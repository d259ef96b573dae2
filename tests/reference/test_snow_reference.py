"""Snow-column process functions against published values (source beside each check).

Tags: [src] confirmed against the source or a standard table, [mem] recalled
from the source and not re-verified, [calc] computed from the formula as written (checks the
code against the formula), "common practice" for rules of thumb.
"""

from __future__ import annotations

import math

import numpy as np
import pytest
from scipy.special import erf

from regionmap.constants import C_ICE_J_KG_K, L_FUSION_J_KG, T_MELT_K
from regionmap.snow.compaction import (
    destructive_settling_rate_anderson1976,
    viscosity_anderson1976,
    wet_softening_vionnet2012,
)
from regionmap.snow.conduction import (
    conduction_step_backward_euler,
    conductivity_calonne2011,
    conductivity_sturm1997,
)
from regionmap.snow.crusts import glaze_thickness_m
from regionmap.snow.diagnostics import wetness_class_fierz2009
from regionmap.snow.newsnow import new_snow_density_hedstrom1998, new_snow_density_vionnet2012
from regionmap.snow.radiation import albedo_douville1995
from regionmap.snow.surface import (
    neutral_exchange_coefficient,
    stability_factor_louis1979,
)
from regionmap.snow.water import layer_enthalpy, resolve_phase


@pytest.mark.parametrize("t_c, rho", [(0.0, 119.2), (-5.0, 75.4), (-10.0, 69.0)])
def test_new_snow_density_hedstrom1998(t_c, rho):
    # Hedstrom & Pomeroy (1998), Hydrol. Process. 12, Eq. 3; values [mem]
    assert new_snow_density_hedstrom1998(T_MELT_K + t_c) == pytest.approx(rho, abs=0.05)


def test_new_snow_density_vionnet2012_wind_form():
    # Vionnet et al. (2012), GMD 5, Eq. 4: max(50, 109 + 6T + 26 sqrt(U)) [mem]; -5 degC, 4 m/s
    assert new_snow_density_vionnet2012(T_MELT_K - 5.0, 4.0) == pytest.approx(131.0, abs=1e-9)
    # the floor of 50 kg m-3 in cold calm air (same source)
    assert new_snow_density_vionnet2012(T_MELT_K - 20.0, 0.0) == 50.0
    # more wind, denser new snow (same source): the wind term must act
    assert new_snow_density_vionnet2012(T_MELT_K - 5.0, 9.0) > new_snow_density_vionnet2012(
        T_MELT_K - 5.0, 1.0
    )


@pytest.mark.parametrize(
    "rho, k_calonne, k_sturm",
    [(100.0, 0.0367, 0.0464), (250.0, 0.1495, 0.0876), (400.0, 0.3748, 0.2513)],
)
def test_conductivity_calonne2011_sturm1997(rho, k_calonne, k_sturm):
    # Calonne et al. (2011) GRL 38 Eq. 5; Sturm et al. (1997) J. Glaciol. 43 Eq. 5 [calc]
    assert conductivity_calonne2011(rho) == pytest.approx(k_calonne, abs=5e-5)
    assert conductivity_sturm1997(rho) == pytest.approx(k_sturm, abs=5e-5)


@pytest.mark.parametrize(
    "hours_, expected_c", [(6.0, (-14.78, -10.51, -6.07)), (24.0, (-17.33, -14.78, -10.51))]
)
def test_conduction_carslaw_jaeger1959_erfc(hours_, expected_c):
    # Carslaw & Jaeger (1959), Conduction of Heat in Solids, Sec. 2.4: surface step T0 -> Ts in
    # a half space, T = Ts + (T0 - Ts) erf(z / (2 sqrt(kappa t))); rho 250, k 0.1495, c 2100;
    # analytic values [calc]; the model's backward-Euler step within 0.3 K
    rho, c, dz, n = 250.0, 2100.0, 0.005, 400  # 2 m of 5 mm layers: deep enough to be a half space
    k = conductivity_calonne2011(rho)
    t = np.full(n, -5.0 + T_MELT_K)
    kk = np.full(n, k)
    cap = np.full(n, rho * c * dz)
    dzs = np.full(n, dz)
    src = np.zeros(n)
    k_top = k / (0.5 * dz)  # fixed surface temperature through the half-layer conductance
    scratch = [np.zeros(n) for _ in range(2)]
    out = np.zeros(n)
    steps = int(hours_ * 60)  # one-minute steps
    for _ in range(steps):
        conduction_step_backward_euler(
            n,
            t,
            kk,
            cap,
            dzs,
            src,
            60.0,
            0.0,
            0.0,
            k_top * (T_MELT_K - 20.0),
            -k_top,
            *scratch,
            out,
        )
        t[:] = out
    depth_centre = (np.arange(n)[::-1] + 0.5) * dz  # node 0 is the deepest
    kappa = k / (rho * c)
    for z, expect in zip((0.05, 0.10, 0.20), expected_c, strict=True):
        model = np.interp(z, depth_centre[::-1], t[::-1]) - T_MELT_K
        exact = -20.0 + 15.0 * erf(z / (2 * math.sqrt(kappa * hours_ * 3600)))
        assert exact == pytest.approx(expect, abs=0.01)  # the analytic values themselves
        assert model == pytest.approx(expect, abs=0.3)


def test_refreeze_case_of_issue4():
    # check value [calc]: 1 kg m-2 of water into 20 kg m-2 of ice at -10 degC ends at -1.96 degC
    # (energy balance with c_ice 2100, L_f 3.334e5 [calc])
    h = layer_enthalpy(20.0, 1.0, T_MELT_K)  # water at 0 degC ...
    h += C_ICE_J_KG_K * 20.0 * -10.0  # ... meets ice at -10 degC
    ice, liq, t, _ = resolve_phase(21.0, h)
    assert liq == 0.0 and ice == 21.0
    assert t - T_MELT_K == pytest.approx(-1.96, abs=0.005)


def test_melting_1kg_takes_333_4_kj():
    # latent heat of fusion 333.4 kJ/kg (standard tables)
    h0 = layer_enthalpy(1.0, 0.0, T_MELT_K)
    ice, liq, t, extra = resolve_phase(1.0, h0 + 333.4e3)
    assert liq == pytest.approx(1.0, abs=1e-12) and ice == pytest.approx(0.0, abs=1e-12)
    ice, liq, t, extra = resolve_phase(1.0, h0 + 333.4e3 - 3334.0)  # 1 % short
    assert liq == pytest.approx(0.99, abs=1e-12) and t == T_MELT_K
    assert L_FUSION_J_KG == 3.334e5


def test_glaze_thickness_is_water_over_ice_density():
    # [calc]: 2 mm water equivalent of freezing rain -> 2.18 mm of ice (917 kg m-3)
    assert glaze_thickness_m(2.0) * 1e3 == pytest.approx(2.18, abs=0.005)


@pytest.mark.parametrize("lwc, cls", [(0.0, 0), (0.02, 1), (0.05, 2), (0.10, 3), (0.20, 4)])
def test_wetness_classes_fierz2009(lwc, cls):
    # Fierz et al. (2009), International Classification for Seasonal Snow on the Ground,
    # liquid water content classes by volume: dry 0, moist 0-3, wet 3-8, very wet 8-15,
    # soaked >15 [src]
    assert wetness_class_fierz2009(lwc) == cls


def test_neutral_exchange_coefficient_2m():
    # [calc]: C_HN(2 m, z0 = z0h = 1 mm) = k^2 / ln(2000)^2 = 2.77e-3 with k = 0.40
    assert neutral_exchange_coefficient(2.0, 2.0, 1e-3, 1e-3) == pytest.approx(2.77e-3, abs=5e-6)


def test_louis1979_stable_factor():
    # Louis (1979), BLM 17: stable F_h = 1 / (1 + 15 Ri sqrt(1 + 5 Ri)) [mem]
    ri = 0.2
    assert stability_factor_louis1979(ri, 2.77e-3, 2.0, 1e-3) == pytest.approx(
        1.0 / (1.0 + 15 * ri * math.sqrt(1 + 5 * ri)), rel=1e-12
    )
    assert stability_factor_louis1979(0.0, 2.77e-3, 2.0, 1e-3) == 1.0
    assert stability_factor_louis1979(-0.5, 2.77e-3, 2.0, 1e-3) > 1.0  # unstable enhances


def test_albedo_douville1995():
    # Douville et al. (1995), Clim. Dyn. 12: dry -0.008 per day, wet e-folding 0.24 per day
    # towards 0.5, refresh with snowfall [mem]; ten daily steps
    a_dry = a_wet = 0.85
    for _ in range(10):
        a_dry = albedo_douville1995(a_dry, False, 0.0, 86400.0, 0.5, 0.85, 0.008, 0.24, 0.035)
        a_wet = albedo_douville1995(a_wet, True, 0.0, 86400.0, 0.5, 0.85, 0.008, 0.24, 0.035)
    assert a_dry == pytest.approx(0.85 - 0.08, abs=1e-12)
    assert a_wet == pytest.approx(0.35 * math.exp(-2.4) + 0.5, abs=1e-12)
    # +0.35 per 10 kg m-2 of snowfall, max 0.85 (same source)
    assert albedo_douville1995(
        0.5, False, 10.0, 3600.0, 0.5, 0.85, 0.008, 0.24, 0.035
    ) == pytest.approx(0.85, abs=1e-3)


def test_anderson1976_compaction_terms():
    # Jordan (1991) CRREL SR 91-16 Eqs. 34-36 (Anderson 1976) [mem]
    eta = viscosity_anderson1976(100.0, T_MELT_K - 5.0, 3.6e6, 0.08, 0.021)
    assert eta == pytest.approx(3.6e6 * math.exp(0.4) * math.exp(2.1), rel=1e-12)
    rate = destructive_settling_rate_anderson1976(70.0, T_MELT_K - 5.0, False, 2.778e-6, 100.0)
    assert rate == pytest.approx(2.778e-6 * math.exp(-0.2), rel=1e-12)
    wet = destructive_settling_rate_anderson1976(70.0, T_MELT_K, True, 2.778e-6, 100.0)
    assert wet == pytest.approx(2 * 2.778e-6, rel=1e-12)  # c4 = 2 when wet


def test_viscosity_constant_is_jordan1991():
    # Jordan (1991) CRREL SR 91-16, Eq. 34 (Anderson 1976) [mem]: eta0 = 3.6e6 N s m-2,
    # c5 = 0.08 K-1, c6 = 0.021 m3 kg-1
    from regionmap.snow.params import SnowParams

    p = SnowParams()
    assert (p.compaction_eta0_pa_s, p.compaction_c_t_per_k, p.compaction_c_rho_m3_kg) == (
        3.6e6,
        0.08,
        0.021,
    )


def test_wet_softening_vionnet2012():
    # Vionnet et al. (2012), GMD 5, liquid-water factor of the viscosity 1 / (1 + 60 theta_w)
    # [mem]: dry snow unchanged; 5 % water by volume -> a quarter of the dry viscosity
    assert wet_softening_vionnet2012(0.0) == 1.0
    assert wet_softening_vionnet2012(0.05) == pytest.approx(0.25, rel=1e-12)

━━━━━━━━━━━━━━━━━━━━━━━━━━━━━━

[YOUR TASK] Among the entries above, count every line containing the string "kappa". Your reply must be that number alone.

[EXERCISE RESPONSE] 3